Improving the health outcomes of older adults with multiple chronic morbidities has been my calling as a physician. During residency, my colleagues were interested in difficult, rare, or novel cases. In contrast, I was attracted to the lingering, multiple everyday conditions that older adults faced. I was also struck by the fact that providing all the recommended screening and treatments for each of their conditions often did more harm than good. It became immediately clear to me that my role as a clinician was to partner with my patients. In the end, it was the patient and her family that had to identify health and life goals, prioritize which of those goals were most important, and then work with clinicians to find treatments that best aligned with one’s goals and values. From this perspective, “non-adherence is a dysfunctional concept.” The quintessential signs of poor quality of care for multimorbid older adults, e.g., polypharmacy, overutilization, adverse events, often result from a discordance of values and goals between clinicians and patients.
Based on these formative experiences as a newbie physician, I chose to focus on patient-centeredness as a distinct dimension of healthcare quality and identify pathways in which patient-centeredness leads to patient engagement, collaborate goal-setting and improved health outcomes. More recently, I’ve explored the ‘patient experience’ itself. Appreciating how someone experiences illness, healthcare, changes in health status and personal growth has profound impacts on how we understand healthcare quality. Policy experts and researchers often view quality through the lens of expertise, large datasets, and multivariate analysis. While this perspective has its merits and applications; assessments of quality for most goods and services is intuitive, normative (value-based), and socially constructed. Therefore, we cannot improve healthcare quality without patient engagement; which means communicating about health and healthcare in ways that make quality intuitively conscious to the everyday patient. There are many clinicians, policy experts, patients, and caregivers who think that only experts can judge quality. This perspective is anachronistic—a vestige of a professional view more consistent with a medieval guild rather than the 21st century industrial complex healthcare has become.

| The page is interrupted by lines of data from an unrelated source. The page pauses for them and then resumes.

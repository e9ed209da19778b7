#pragma once

#include "cw-chair-geometry.h"
#include "cw-label.h"
#include "cw-render.h"
#include "cw-scene.h"

G_BEGIN_DECLS

/* Scene builders, one per figure; width × height is the design box in points. */
CwScene *cw_structure_build (const CwMolecule *mol, const CwRenderOptions *opt, double width, double height);
CwScene *cw_chairs_build (const CwMolecule *mol, const CwAnalysis *an, const CwRenderOptions *opt, double width, double height);
CwScene *cw_profile_build (const CwData *data, const CwMolecule *mol, const CwAnalysis *an, const CwRenderOptions *opt, double width, double height);
CwScene *cw_scan_build (const CwData *data, const CwMolecule *mol, const CwAnalysis *an, const CwRenderOptions *opt, double width, double height);

/* Shared by the builders. */
void cw_scene_fit (CwScene *scene, double margin);
/* Crops the scene to its content plus margin. */
void  cw_scene_fit_tight (CwScene *scene, double margin);
CwBox cw_scene_bounds (const CwScene *scene);
void  cw_scene_message (CwScene *scene, const char *text);
/* A filled patch behind a label, for the substituent the window has selected. */
void cw_scene_highlight (CwScene *scene, const CwBox *box);
/* Places text at the first candidate point (ax, ay anchor 0..1) where it overlaps no other text
 * and no listed segment; falls back to the first candidate. */
CwPrim *cw_scene_text_free (CwScene *scene, CwRole role, CwInk ink, const char *markup, double size, const CwPoint *cands, guint n_cands, double ax, double ay);

/* Populations of chair 1, chair 2 and the twist-boat at temperature t from the analysis' energies. */
typedef struct
{
  double t;
  double pop[3];
} CwScanPoint;

/* Fills points over [t0, t1]; returns FALSE when an analysis fails (points then hold what was done). */
gboolean cw_scan_compute (const CwData *data, const CwMolecule *mol, CwSolvent solvent, gboolean with_twist_boat, double t0, double t1, guint n, CwScanPoint *points);
/* TRUE when the twist-boat competes enough to be drawn on the scan. */
gboolean cw_scan_wants_twist_boat (const CwAnalysis *an);
/* The twist-boat's share when it is included in a three-state Boltzmann sum. */
void cw_scan_three_state (const CwAnalysis *an, double pop[3]);

/* Keeps the labels and bonds placed so far, so the next label can avoid them. */
typedef struct
{
  GArray *segments; /* CwBox read as segment (x, y) → (x + w, y + h) */
  GArray *labels;   /* CwBox */
} CwPlacer;

void     cw_placer_init (CwPlacer *pl);
void     cw_placer_clear (CwPlacer *pl);
void     cw_placer_add_segment (CwPlacer *pl, double x0, double y0, double x1, double y1);
void     cw_placer_add_box (CwPlacer *pl, const CwBox *box);
gboolean cw_placer_collides (const CwPlacer *pl, const CwBox *box, double x0, double y0, double x1, double y1);
int      cw_placer_count_hits (const CwPlacer *pl, const CwBox *box, double x0, double y0, double x1, double y1);
/* Places a label at the end of a bond from (px, py) along (dx, dy), trying bond lengths around
 * base; returns how many labels and bonds the chosen spot still hits (0: clear). */
int cw_placer_place_label (const CwPlacer *pl, const char *markup, double size, double px, double py, double dx, double dy, double base, CwLabelPlace *place, CwLabelText *lt);

/* Plot helpers shared by the profile and the scan. */
typedef struct
{
  CwBox  area;           /* plot area on the page */
  double x0, x1, y0, y1; /* data range */
} CwPlot;

double cw_plot_x (const CwPlot *plot, double x);
double cw_plot_y (const CwPlot *plot, double y);
double cw_nice_step (double range, int target);
/* Axis lines, grid and labelled ticks every step (y always; x when xstep > 0, labelled with
 * x + xoffset, ticks at round values of that). */
void cw_plot_axes (CwScene *scene, const CwPlot *plot, double xstep, double ystep, double xoffset);

G_END_DECLS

This absurd perspective—that patients cannot or should not be asked to understand and judge healthcare quality is the principal cause of hyperinflation within the American healthcare system. It is ironic that Ford and Apple can create immensely complex products and then ask people of all stripes to judge quality and make high dollar purchases without first taking a crash course in automotive engineering or computer science. There are no screening tests for literacy of the internal combustion engine or static random access memory chip. From this vantage, patient-centeredness exists when patients can intuitively judge the quality of their chronic illness care just like the quality of their smart phone. As a first step, patient-centeredness is an approach that engages the patient experience, focuses patient-clinician discussions on the needs of patients, and opens the door to conversations about values and goals. The next step is an alignment of treatment priorities with one’s goals and values and then selecting and judging specific treatments that meet those priorities. Along the way, we will need novel approaches to communicating about and grasping the inherent value of health services and treatments. This brave new patient-centered world does not diminish the role of clinicians. The key to improving the health outcomes of our older patients (and the overall quality of our healthcare system) is through re-investment in dialogue between patients and clinicians and a strengthening of trust within the patient-clinician relationship.